Klaus Mann è già andato all’estero, i libri del padre vengono mandati al rogo. In Olanda scrive nel ’36 Mephisto, il romanzo ispirato a Gründgens, un attore che per il successo accetta il patto con il demonio. Ma un artista è al di sopra della morale? La villa sul lago viene usata da Gründgens come ambiente per i suoi film. Nel ’39 vi gira Effi Briest dal romanzo di Theodor Fontane. Dopo la guerra, nel ’45, viene arrestato per i suoi rapporti con il regime, trascorre quasi un anno in carcere, molti testimoniano a suo favore. Marianne Hoppe continua a lavorare nel cinema, l’ultimo film nel 1991, morirà nel 2002.

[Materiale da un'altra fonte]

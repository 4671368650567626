// The thinned node cloud: what is named stays, what is thinned is spread, and it fits in a browser.
#include <gtest/gtest.h>

#include <algorithm>
#include <array>
#include <cmath>
#include <nlohmann/json.hpp>
#include <set>

#include "report/model_reduction.hpp"
#include "report/view_json.hpp"

namespace stanchion {
namespace {

/// A block of nodes numbered from 1, unit apart, linked along x.
LocateOutcome block(int nx, int ny, int nz) {
  LocateOutcome located;
  for (int k = 0; k < nz; ++k) {
    for (int j = 0; j < ny; ++j) {
      for (int i = 0; i < nx; ++i) {
        const auto at = static_cast<Index>(located.picture.node.size());
        if (i > 0) located.picture.links.emplace_back(at - 1, at);
        located.picture.node.push_back(at + 1);
        located.picture.place.push_back({1.0 * i, 1.0 * j, 1.0 * k});
      }
    }
  }
  located.picture.component.assign(located.picture.node.size(), 0);
  return located;
}

Direction moving(const LocateOutcome& located, const std::vector<std::size_t>& nodes) {
  Direction direction;
  direction.cause = Cause::kMechanism;
  direction.shape.assign(located.picture.node.size(), {0, 0, 0});
  for (const std::size_t node : nodes) direction.shape[node] = {0, 0, 1};
  DofShare first;
  first.node = located.picture.node[nodes.front()];
  first.dof = "uz";
  direction.nodes = {first};
  return direction;
}

TEST(ModelReduction, SmallModelsStayWhole) {
  const LocateOutcome located = block(5, 4, 3);
  const ReducedModel model = reduce_model(located, 100, 100);
  EXPECT_EQ(model.kept.size(), 60U);
  EXPECT_EQ(model.links.size(), 48U);
  EXPECT_EQ(model.cell, 0);
  EXPECT_EQ(model.links_left_out, 0U);
}

TEST(ModelReduction, NothingToDrawIsNothing) {
  const ReducedModel model = reduce_model({}, 100, 100);
  EXPECT_TRUE(model.kept.empty());
  EXPECT_TRUE(model.links.empty());
}

TEST(ModelReduction, AMillionNodesKeepWhatIsNamedAndFillTheBox) {
  LocateOutcome located = block(100, 100, 100);
  located.picture.links.clear();
  // A single node inside moves; so does its neighbour, by itself.
  located.directions = {moving(located, {543210}), moving(located, {543211})};
  located.accuracy.emplace().by_node.assign(1000000, 2);
  located.accuracy->by_node[777777] = 13;
  const ReducedModel model = reduce_model(located, 16000, 40000);
  EXPECT_LE(model.kept.size(), 16000U);
  EXPECT_GE(model.kept.size(), 8000U);
  EXPECT_TRUE(std::is_sorted(model.kept.begin(), model.kept.end()));
  for (const std::size_t node : {543210U, 543211U, 777777U})
    EXPECT_TRUE(std::binary_search(model.kept.begin(), model.kept.end(), node)) << node;
  // Every node has one that is shown within the diagonal of a cube.
  EXPECT_GT(model.cell, 1);
  std::set<std::array<int, 3>> cubes;
  for (const std::size_t node : model.kept) {
    const auto& p = located.picture.place[node];
    std::array<int, 3> cube{};
    for (std::size_t d = 0; d < 3; ++d)
      cube[d] = static_cast<int>(std::min(p[d] / model.cell, 99 / model.cell - 1e-9));
    cubes.insert(cube);
  }
  const int side = static_cast<int>(std::lround(99 / model.cell));
  EXPECT_EQ(cubes.size(), static_cast<std::size_t>(side) * side * side);
  EXPECT_EQ(reduce_model(located, 16000, 40000).kept, model.kept);
}

TEST(ModelReduction, OfACrowdThatMovesTheLargestStayAndTheRestIsEven) {
  LocateOutcome located = block(100, 100, 10);
  located.picture.links.clear();
  std::vector<std::size_t> half;
  for (std::size_t i = 0; i < 50000; ++i) half.push_back(i);
  located.directions = {moving(located, half)};
  located.directions[0].shape[31234] = {0, 0, 3};
  const ReducedModel model = reduce_model(located, 2000, 100);
  EXPECT_TRUE(std::binary_search(model.kept.begin(), model.kept.end(), std::size_t{31234}));
  // About as many are kept of every fifth along y.
  std::array<int, 5> fifths{};
  for (const std::size_t node : model.kept) {
    if (node < 50000) ++fifths[node / 100 % 100 / 20];
  }
  const auto [least, most] = std::minmax_element(fifths.begin(), fifths.end());
  EXPECT_GT(*least, 100);
  EXPECT_LT(*most, 2 * *least);
}

TEST(ModelReduction, LinksGoBetweenWhatStandsForTheirEnds) {
  const LocateOutcome located = block(1000, 1, 1);  // a line: what is left is a line
  const ReducedModel model = reduce_model(located, 100, 100);
  ASSERT_LE(model.kept.size(), 100U);
  ASSERT_GE(model.kept.size(), 90U);
  ASSERT_EQ(model.links.size(), model.kept.size() - 1);
  for (std::size_t k = 0; k < model.links.size(); ++k) {
    EXPECT_EQ(model.links[k].first, static_cast<Index>(k));
    EXPECT_EQ(model.links[k].second, static_cast<Index>(k + 1));
  }
}

TEST(ModelReduction, LinksBeyondTheLimitAreCounted) {
  const LocateOutcome located = block(50, 2, 1);
  const ReducedModel model = reduce_model(located, 100, 30);
  EXPECT_EQ(model.links.size(), 30U);
  EXPECT_EQ(model.links_left_out, 68U);
}

TEST(ModelReduction, PlacesThatCoincideOrAreHugeDoNoHarm) {
  LocateOutcome located = block(20, 20, 1);
  for (auto& place : located.picture.place) place = {1, 1, 1};
  EXPECT_EQ(reduce_model(located, 100, 100).kept.size(), 1U);
  located.picture.place[7] = {-1e308, 1e308, 0};
  EXPECT_LE(reduce_model(located, 100, 100).kept.size(), 100U);
}

TEST(ViewJson, MillionNodesStayBelowTwoMegabytes) {
  LocateOutcome located = block(100, 100, 100);
  located.picture.links.clear();
  std::vector<std::size_t> tip;
  for (std::size_t i = 900000; i < 1000000; ++i) tip.push_back(i);
  located.directions = {moving(located, tip)};
  const std::string text = to_view_json(located);
  EXPECT_LT(text.size(), 2000000U);
  const auto view = nlohmann::json::parse(text);
  EXPECT_EQ(view["nodes"], 1000000);
  EXPECT_EQ(view["place"].size(), 3 * view["node"].size());
  EXPECT_TRUE(view["digits"].is_null());
  const auto& motion = view["motions"][0];
  EXPECT_EQ(motion["moved"].size(), 3 * motion["nodes"].size());
  ASSERT_EQ(motion["marks"].size(), 1U);
  EXPECT_EQ(view["node"][motion["marks"][0].get<std::size_t>()], 900001);
  for (const auto& k : motion["nodes"]) EXPECT_GT(view["node"][k.get<std::size_t>()], 900000);
}

}  // namespace
}  // namespace stanchion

La villa finisce all’Est. Viene occupata dall’esercito sovietico, poi diventa un orfanotrofio, infine è gestita dal ministero degli esteri della Germania orientale, come residenza estiva per i diplomatici. Nel ’49 Gründgens adotta il compagno, il giovane Peter Gorki, e lo nomina suo erede. Muore a Manila nel ’63, forse suicida. Peter continua ad opporsi alla pubblicazione di Mephisto, che offende la memoria di Gründgens. I giudici gli danno ragione: la reputazione di un uomo vale più della letteratura. Il romanzo uscirà nella Ddr nel ’56, nella Repubblica Federale solo nel 1981.
Dopo la riunificazione, Rudolf Goldschmidt chiede che gli sia restituita la villa «rubata» dai nazisti, si oppone Peter Gorki in nome del padre adottivo, e anche il ministero degli esteri che si considera erede dei beni della scomparsa Ddr. Rudolf muore nel 1999, e il suo erede Maximilian Wolf ottiene infine il «castello di Mephisto». È una fine non un lieto fine.